# Zeichnen



## Kingk (8. März 2004)

Hallo!

Ich habe eigentlich noch nicht so viel mit Vektorprogrammen gemacht und wollte wissen, wie man folgende Zeichnungen erstellt(Bild). Ich würde ein Tutorial suchen, welches mich Schritt für Schritt zum Ergebnis führt.

Danke im voraus für eure Bemühungen!


----------



## Fey (9. März 2004)

Hallo King,

ich würde mich zu allererst mit dem Pfadwerkzeug in Freehand / Illustrator anfreunden. Denn das ist dein bester Freund bei solchen Bildern.

Dann stellt sich die Frage: Kannst du selber gut zeichnen? Wenn ja, würde ich die Umrisse vorzeichnen, einscannen, in das Programm laden und die Konturen mit dem Pfadwerkzeug nachzeichnen. Dann nach und nach die Einzelteile (Haare, Kleidung, usw): Zeichnen, einfärben. Hinterher noch Schatten setzen. Funktioniert genauso.

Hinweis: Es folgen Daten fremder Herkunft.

def _number(where: str, value: Any, *, low: float | None = None, high: float | None = None, low_open: bool = True, high_open: bool = True, allowed: str) -> float:
    if isinstance(value, bool) or not isinstance(value, (int, float, np.integer, np.floating)) or not math.isfinite(float(value)):
        raise StudyError(problem(where, allowed=allowed, received=value))
    v = float(value)
    if low is not None and (v <= low if low_open else v < low):
        raise StudyError(problem(where, allowed=allowed, received=value))
    if high is not None and (v >= high if high_open else v > high):
        raise StudyError(problem(where, allowed=allowed, received=value))
    return v


def _prevalence(where: str, value: Any) -> float:
    return _number(where, value, low=0, high=1, allowed="an outcome proportion strictly between 0 and 1")


def _ceil(x: float) -> int:
    # Guard against 385.0000000001 from rounding becoming 386.
    return int(math.ceil(x - 1e-9))


class _Result:
    def to_dict(self) -> dict[str, Any]:
        """Return the fields as JSON-ready plain values."""
        return {f.name: to_jsonable(getattr(self, f.name)) for f in dataclasses.fields(self)}  # type: ignore[arg-type]


@dataclass(frozen=True)
class SizeCriterion(_Result):
    """One sample-size criterion.

    Attributes
    ----------
    name : str
        Short name, e.g. ``"shrinkage"``, ``"optimism"``, ``"overall risk"``,
        ``"O/E"``, ``"calibration slope"``, ``"C statistic"``, ``"net benefit"``.
    target : str
        What the criterion secures, in words.
    n_exact : float
        The n from the formula before rounding up.
    n : int
        ``n_exact`` rounded up.
    events : float
        Expected events at ``n`` (n·φ).
    """

    name: str
    target: str
    n_exact: float
    n: int
    events: float
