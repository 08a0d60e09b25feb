"""Figures of external validation, comparison with the existing rule, and updating.

Every function takes result objects from :mod:`riskvet.casemix`,
:mod:`riskvet.external`, :mod:`riskvet.rule` or :mod:`riskvet.update` and
returns a :class:`matplotlib.figure.Figure`; none computes a statistic.
Calibration plots and decision curves are drawn by :mod:`riskvet.plots`, so
every stage shares one style (Okabe–Ito colours, a line style per series).
"""

from __future__ import annotations

import dataclasses
from typing import Sequence

import matplotlib as mpl
import numpy as np
import pandas as pd
from matplotlib.figure import Figure

from ...measures.calibration import OrdinalCalibration
from ...validation.casemix import CaseMix
from ...errors import RiskvetError, problem
from ...intake.outcome import cut_name
from ...validation.external import CohortValidation
from .performance import LINESTYLES, PALETTE, _REFERENCE, _STYLE, plot_calibration, plot_decision_curve
from ...validation.rule import RuleComparison
from ...validation.update import UpdateResult, method_name

__all__ = [
    "plot_case_mix",
    "plot_cohort_calibration",
    "plot_cohort_decision_curves",
    "plot_subgroups",
    "plot_rule_comparison",
    "plot_update_calibration",
]


def _check(value, kind, func: str, name: str):
    if not isinstance(value, kind):
        raise RiskvetError(problem(f"{func}({name}=)", allowed=f"a {kind.__name__}", received=type(value).__name__))
    return value


def plot_case_mix(results: CaseMix | Sequence[CaseMix]) -> Figure:
    """Distribution of the linear predictor in the derivation and each validation cohort.

    Parameters
    ----------
    results : CaseMix or sequence of CaseMix
        From :func:`riskvet.casemix.case_mix`, one panel each.

    Returns
    -------
    matplotlib.figure.Figure
        Per panel, the two histograms as densities (so cohorts of different
        sizes compare), the two means as vertical lines, and the membership
        C in the corner.
    """
    func = "plot_case_mix"
    items = [results] if isinstance(results, CaseMix) else list(results)
    if not items or not all(isinstance(r, CaseMix) for r in items):
        raise RiskvetError(problem(f"{func}(results=)", allowed="a CaseMix or a non-empty sequence of them", received=type(results).__name__))
    with mpl.rc_context(_STYLE):
        fig = Figure(figsize=(4.6 * len(items), 3.4), layout="constrained")
        for i, r in enumerate(items):
            ax = fig.add_subplot(1, len(items), i + 1)
            edges = r.lp_histogram_edges
            width = np.diff(edges)
            for k, (counts, name, mean) in enumerate(
                ((r.lp_histogram_derivation, r.derivation_label, r.lp_mean_derivation), (r.lp_histogram_validation, r.validation_label, r.lp_mean_validation))
            ):
                total = counts.sum()
                density = counts / (total * width) if total else counts
                ax.stairs(density, edges, color=PALETTE[k], linestyle=LINESTYLES[k], linewidth=1.5, label=f"{name} (n = {r.n_derivation if k == 0 else r.n_validation})")
                ax.axvline(mean, color=PALETTE[k], linestyle=LINESTYLES[k], linewidth=0.9)
            note = f"membership C {r.membership_c:.2f}"
            if np.isfinite(r.membership_c_null):
                note += f"\n(chance alone {r.membership_c_null:.2f})"
            ax.text(0.02, 0.97, note, transform=ax.transAxes, va="top", ha="left", fontsize=7.5)
            ax.set_xlabel("linear predictor of the model")
            ax.set_ylabel("density")
            ax.set_title(f"{r.validation_label} against {r.derivation_label}")
            ax.legend(loc="upper right")
    return fig


def plot_cohort_calibration(result: CohortValidation) -> Figure:
    """Calibration plots of one validation cohort, one panel per cut (see :func:`riskvet.plots.plot_calibration`)."""
    result = _check(result, CohortValidation, "plot_cohort_calibration", "result")
    titles = [f"{result.label}: {cut_name(result.levels, c.cut)}" for c in result.calibration.cuts]
    return plot_calibration(_tidy_limits(result.calibration), titles=titles)


def _tidy_limits(calibration: OrdinalCalibration) -> OrdinalCalibration:
    """Group limits nudged to enclose their proportion.

    A Wilson limit of a group with no events can come out as 3e-18 rather
    than 0 in floating point, which matplotlib refuses as a negative error
    bar; the nudge is at most a few ulps and changes nothing visible.
    """
    cuts = []
    for c in calibration.cuts:
        lower = np.minimum(c.group_observed_lower, c.group_observed)
        upper = np.maximum(c.group_observed_upper, c.group_observed)
        cuts.append(dataclasses.replace(c, group_observed_lower=lower, group_observed_upper=upper))
    return dataclasses.replace(calibration, cuts=tuple(cuts))


def plot_cohort_decision_curves(result: CohortValidation, rule: RuleComparison | None = None) -> Figure:
    """Decision curves of one validation cohort per cut, with the existing rule when given.

    Parameters
    ----------
    result : CohortValidation
    rule : RuleComparison, optional
        Its rule curves (treating the rule's positive patients) are drawn
        beside the model's.

    Returns
    -------
    matplotlib.figure.Figure
        One panel per cut (see :func:`riskvet.plots.plot_decision_curve`).
    """
    func = "plot_cohort_decision_curves"
    result = _check(result, CohortValidation, func, "result")
    curves = list(result.decision_curves)
    labels = ["model"] * len(curves)
    if rule is not None:
        _check(rule, RuleComparison, func, "rule")
        for c in rule.rule_curves:
            curves.append(c)
            labels.append(f"rule ({rule.rule_column} >= {rule.positive_from})")
    fig = plot_decision_curve(curves, labels=labels)
    for ax, cut in zip(fig.axes, sorted({c.cut for c in curves})):
        ax.set_title(f"{result.label}: {cut_name(result.levels, cut)}")
        ax.set_xlabel(f"threshold probability for {cut_name(result.levels, cut)}")
    return fig


def plot_subgroups(result: CohortValidation, *, measure: str | None = None, cut: int | None = None) -> Figure:
    """Forest plot of one measure in every subgroup, with the whole cohort for reference.

    Parameters
    ----------
    result : CohortValidation
    measure : str, optional, keyword-only
        A measure of ``result.performance`` (``average_cut_auc``,
        ``calibration_intercept``, ...); default the average dichotomised C,
        or the C statistic (``auc``) for a binary outcome.
    cut : int, optional, keyword-only
        The cut, for per-cut measures (default: the last cut).

    Returns
    -------
    matplotlib.figure.Figure
        Estimate and bootstrap interval per subgroup; subgroups flagged small
        are drawn hollow and marked "small", as a reminder not to over-read
        them.
    """
    func = "plot_subgroups"
    result = _check(result, CohortValidation, func, "result")
    perf = result.performance
    if measure is None:
        measure = "auc" if len(result.levels) == 2 else "average_cut_auc"
    known = list(dict.fromkeys(perf["measure"]))
    if measure not in known:
        raise RiskvetError(problem(f"{func}(measure=)", allowed=f"one of {known}", received=measure))
    per_cut = perf.loc[perf["measure"] == measure, "cut"].notna().any()
    if per_cut and cut is None:
        cut = len(result.levels) - 2

    def pick(table: pd.DataFrame) -> pd.DataFrame:
        rows = table[table["measure"] == measure]
        return rows[rows["cut"] == cut] if per_cut else rows

    whole = pick(perf)
    subs = pick(result.subgroups) if len(result.subgroups) else result.subgroups
    label = whole["label"].iloc[0] + (f", {cut_name(result.levels, cut)}" if per_cut else "")
    with mpl.rc_context(_STYLE):
        fig = Figure(figsize=(6.0, 1.2 + 0.32 * (len(subs) + 1)), layout="constrained")
        ax = fig.add_subplot()
        names = [f"whole cohort (n = {result.n})"]
        est = [float(whole["estimate"].iloc[0])]
        lo = [float(whole["lower"].iloc[0])]
        hi = [float(whole["upper"].iloc[0])]
        small = [False]
        for r in subs.itertuples():
            names.append(f"{r.column}: {r.group} (n = {r.n})" + ("  [small]" if r.small else ""))
            est.append(float(r.estimate))
            lo.append(float(r.lower))
            hi.append(float(r.upper))
            small.append(bool(r.small))
        ypos = np.arange(len(names))[::-1]
        for y, e, a, b, s in zip(ypos, est, lo, hi, small):
            if np.isfinite(a) and np.isfinite(b):
                ax.plot([a, b], [y, y], color=PALETTE[0], linewidth=1.2, linestyle="--" if s else "-")
            ax.plot([e], [y], marker="o", markersize=5, color=PALETTE[0], markerfacecolor="white" if s else PALETTE[0], linestyle="none")
        ax.axvline(est[0], color=_REFERENCE, linewidth=0.9, linestyle=":")
        ax.set_yticks(ypos, names)
        ax.set_xlabel(f"{label} ({result.confidence:.0%} bootstrap interval)")
        ax.set_title(f"{result.label}: subgroups")
        ax.grid(axis="y", visible=False)
    return fig


def plot_rule_comparison(result: RuleComparison) -> Figure:
    """Bootstrap distributions of the model's advantage over the existing rule.

    Parameters
    ----------
    result : RuleComparison
        From :func:`riskvet.rule.compare_with_rule`.

    Returns
    -------
    matplotlib.figure.Figure
        One panel per cut with the histogram of C_model - C_rule over the
        paired bootstrap replicates (zero marked); when net benefit was
        compared, a last panel with NB_model - NB_rule at each study
        threshold and its bootstrap interval.
    """
    func = "plot_rule_comparison"
    result = _check(result, RuleComparison, func, "result")
    n_cuts = result.boot_c_difference.shape[1] if result.boot_c_difference.ndim == 2 else 0
    n_cuts = max(n_cuts, len(result.concordance_table))
    has_nb = len(result.net_benefit_table) > 0
    panels = n_cuts + (1 if has_nb else 0)
    with mpl.rc_context(_STYLE):
        fig = Figure(figsize=(3.6 * panels, 3.2), layout="constrained")
        for j, row in enumerate(result.concordance_table.itertuples()):
            ax = fig.add_subplot(1, panels, j + 1)
            draws = result.boot_c_difference[:, j] if result.boot_c_difference.size else np.array([])
            if draws.size:
                ax.hist(draws, bins=min(30, max(5, draws.size // 5)), color=PALETTE[1], alpha=0.75, linewidth=0)
            ax.axvline(0.0, color=_REFERENCE, linewidth=1.0)
            ax.axvline(row.difference, color=PALETTE[0], linewidth=1.2, linestyle="--")
            ax.set_title(f"{row.outcome}")
            ax.set_xlabel("C model - C rule")
            ax.set_ylabel("bootstrap replicates")
            ax.text(0.02, 0.97, f"DeLong p = {row.pvalue:.2g}", transform=ax.transAxes, va="top", ha="left", fontsize=7.5)
        if has_nb:
            ax = fig.add_subplot(1, panels, panels)
            nb = result.net_benefit_table.reset_index(drop=True)
            x = np.arange(len(nb))
            # a percentile interval need not contain the estimate, so its ends are drawn as they are
            ax.vlines(x, nb["boot_lower"], nb["boot_upper"], color=PALETTE[0], linewidth=1.2)
            ax.plot(x, nb["difference"], linestyle="none", marker="o", color=PALETTE[0])
            ax.axhline(0.0, color=_REFERENCE, linewidth=1.0)
            ax.set_xticks(x, [f"{o.removeprefix('Y >= ')}\n{t:g}" for o, t in zip(nb["outcome"], nb["threshold"])], fontsize=7)
            ax.set_ylabel("NB model - NB rule")
            ax.set_title("net benefit at the study thresholds")
    return fig


def plot_update_calibration(result: UpdateResult) -> Figure:
    """Smoothed calibration on the updating data before and after the chosen update.

    Parameters
    ----------
    result : UpdateResult
        From :func:`riskvet.update.update_model`.

    Returns
    -------
    matplotlib.figure.Figure
        One panel per cut with the original model's and the chosen update's
        smoothed calibration curves.  The "after" curve is apparent
        (optimistic): the same data fitted the update.
    """
    func = "plot_update_calibration"
    result = _check(result, UpdateResult, func, "result")
    levels = result.fits["original"].model.levels
    before, after = result.calibration_before.cuts, result.calibration_after.cuts
    chosen = method_name(result.closed_test.chosen, binary=len(levels) == 2)
    with mpl.rc_context(_STYLE):
        fig = Figure(figsize=(4.0 * len(before), 3.8), layout="constrained")
        for j, (b, a) in enumerate(zip(before, after)):
            ax = fig.add_subplot(1, len(before), j + 1)
            ax.plot([0, 1], [0, 1], color=_REFERENCE, linestyle=":", linewidth=1.0, label="ideal")
            ax.plot(b.curve_predicted, b.curve_observed, color=PALETTE[0], linestyle=LINESTYLES[0], label=f"original (calibration-in-the-large {b.calibration_in_the_large:+.2f})")
            ax.plot(a.curve_predicted, a.curve_observed, color=PALETTE[2], linestyle=LINESTYLES[1], label=f"{chosen} ({a.calibration_in_the_large:+.2f})")
            top = float(max(np.nanmax(b.curve_predicted), np.nanmax(a.curve_predicted)))
            limit = min(1.0, top * 1.05) if top < 0.95 else 1.0
            ax.set_xlim(0, limit)
            ax.set_ylim(0, limit)
            ax.set_xlabel("predicted probability")
            ax.set_ylabel("observed proportion (smoothed)")
            ax.set_title(f"{result.cohort}: {cut_name(levels, j)}")
            ax.legend(loc="upper left", fontsize=7)
        fig.suptitle(f"Calibration before and after {chosen}, on the data that fitted it (apparent: optimistic)", fontsize=9)
    return fig
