def _proportion_interval(count: np.ndarray, total: np.ndarray, z: float, conf: float, method: str) -> tuple[np.ndarray, np.ndarray]:
    """Binomial confidence limits, vectorised; ``nan`` where total is 0."""
    count = np.asarray(count, dtype=float)
    total = np.asarray(total, dtype=float)
    with np.errstate(divide="ignore", invalid="ignore"):
        if method == "wilson":
            p = count / total
            denom = 1.0 + z * z / total
            centre = (p + z * z / (2.0 * total)) / denom
            half = z / denom * np.sqrt(p * (1.0 - p) / total + z * z / (4.0 * total * total))
            # at 0 and at m events the Wilson limits are exactly 0 and 1; rounding
            # would otherwise leave them a hair inside and the estimate outside
            lower = np.where(count <= 0, 0.0, centre - half)
            upper = np.where(count >= total, 1.0, centre + half)
        else:
            alpha = 1.0 - conf
            lower = np.where(count > 0, stats.beta.ppf(alpha / 2.0, count, total - count + 1.0), 0.0)
            upper = np.where(count < total, stats.beta.ppf(1.0 - alpha / 2.0, count + 1.0, total - count), 1.0)
    empty = total <= 0
    lower = np.where(empty, np.nan, np.clip(lower, 0.0, 1.0))
    upper = np.where(empty, np.nan, np.clip(upper, 0.0, 1.0))
    return lower, upper


def _ratio(num: np.ndarray, den: np.ndarray) -> np.ndarray:
    with np.errstate(divide="ignore", invalid="ignore"):
        return np.where(den > 0, num / np.where(den > 0, den, 1.0), np.nan)


def _counts(event: np.ndarray, p: np.ndarray, thresholds: np.ndarray) -> tuple[np.ndarray, np.ndarray, np.ndarray, np.ndarray]:
    """TP, FP, FN, TN at each threshold (positive: p >= t), in O((n + T) log n)."""
    order = np.sort(p)
    ev_sorted = np.sort(p[event])
    n1 = ev_sorted.shape[0]
    n = order.shape[0]
    positives = n - np.searchsorted(order, thresholds, side="left")
    tp = n1 - np.searchsorted(ev_sorted, thresholds, side="left")
    fp = positives - tp
    fn = n1 - tp
    tn = (n - n1) - fp
    return tp.astype(float), fp.astype(float), fn.astype(float), tn.astype(float)
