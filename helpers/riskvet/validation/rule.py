"""Comparison of the model with the rule clinicians use today, on the same patients.

The existing rule is a column of the validation data: graded categories
listed lowest risk first (green < amber < red), or a numeric score.
:func:`compare_with_rule` compares it with the model's predictions

* by the C statistic of each cut, the rule ranked by its category code (or
  score), with the paired DeLong test (the two C statistics are correlated
  because they are computed on the same patients);
* by net benefit: treating the patients the rule calls positive (categories
  from ``positive_from`` up) against treating those whose predicted risk
  reaches each of the study's thresholds, both weighed at that threshold;
* by the bootstrap distribution of both differences (paired: the model and
  the rule are evaluated on the same resampled patients).
"""

from __future__ import annotations

import dataclasses
import warnings
from dataclasses import dataclass, field
from typing import Any, Mapping, Sequence

import numpy as np
import pandas as pd

from .._jsonable import to_jsonable
from ..measures.decision import NetBenefitResult, net_benefit, rule_net_benefit
from ..measures.discrimination import ConcordanceComparison, compare_concordance, concordance, dichotomise
from ..errors import DataError, RiskvetError, RiskvetWarning, problem
from ..intake.outcome import cut_name
from .external import _check_boot, decision_grid, run_replicates

__all__ = ["RuleComparison", "rule_score", "rule_positive", "compare_with_rule"]


def rule_score(values: Any, *, kind: str = "categories", levels: Sequence[str] | None = None) -> np.ndarray:
    """The rule as a number per patient: the category's code 0..L-1, or the score.

    Parameters
    ----------
    values : sequence or Series
        The rule column.
    kind : {"categories", "score"}, keyword-only
    levels : sequence of str, keyword-only
        Categories lowest risk first (``kind="categories"``).

    Returns
    -------
    ndarray of float
        NaN where the rule is missing.

    Raises
    ------
    DataError
        A category not among ``levels``, or a score that is not a number.
    """
    func = "rule_score"
    series = pd.Series(values).reset_index(drop=True)
    if kind == "categories":
        if not levels or len(levels) < 2:
            raise RiskvetError(problem(f"{func}(levels=)", allowed="at least 2 categories, lowest risk first", received=levels))
        text = series.astype("string")
        code = {str(lv): float(i) for i, lv in enumerate(levels)}
        unknown = sorted(set(text.dropna()) - set(code))
        if unknown:
            raise DataError(problem(f"{func}(values=)", allowed=f"the categories {list(levels)} or missing", received=unknown[:10]))
        return text.map(code).astype("Float64").to_numpy(dtype=float, na_value=np.nan)
    if kind == "score":
        numbers = pd.to_numeric(series, errors="coerce")
        bad = numbers.isna() & series.notna()
        if bad.any():
            raise DataError(problem(f"{func}(values=)", allowed="numbers or missing", received=sorted(set(series[bad].astype(str)))[:10]))
        return numbers.to_numpy(dtype=float, na_value=np.nan)
    raise RiskvetError(problem(f"{func}(kind=)", allowed="'categories' or 'score'", received=kind))


def rule_positive(score: np.ndarray, *, levels: Sequence[str], positive_from: str) -> np.ndarray:
    """Patients the rule calls positive: category code at or above that of ``positive_from``."""
    if positive_from not in levels:
        raise RiskvetError(problem("rule_positive(positive_from=)", allowed=f"one of {list(levels)}", received=positive_from))
    return np.asarray(score) >= list(levels).index(positive_from)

So etwas ist halt ziemliche Handarbeit.

Für den Anfang (wenn du selbst nicht so gut zeichnen kannst, oder erst einmal üben möchtest) wäre folgende Vorgehensweise nicht verkehrt:

1. Schönes Bild suchen
2. In Photoshop öffnen und Bild / Einstellungen / Tontrennung anwenden.
3. Wenn die Ränder noch zu grob sind, nochmal den Farbpapier-Collage-Filter drüberlaufen lassen.
4. Abspeichern (<- z. B. als Tiff)
5. In das Grafikprogramm deiner Wahl laden
6. Gleiche Vorgehensweise wie oben. Also Die Konturen mit Pfaden nachzeichnen und mit Farbe füllen.

Ist vielleicht erst einmal eine nette Fingerübung, falls du noch nicht soviel Ahnung hast. Ich weiß jetzt nicht, mit welchem Grafikprogramm du arbeiten möchtest, aber beide haben Funktionen, mit denen man Formen sehr leicht verändern kann. Je nach Programm würde ich diese auch nochmal ansprechen.

Grüße,
Melanie


----------



## Kingk (9. März 2004)

danke für deine rasche Antwort.

Ist es besser, wenn man mit der Maus zeichnet oder sollt ich mir einen Stift zulegen?


----------



## Fey (9. März 2004)

Hallo,

also wenn du viel selber zeichnest, solltest du dir über kurz oder lang ein Grafiktablett (Wacom) zulegen.

Gruß,
Melanie


----------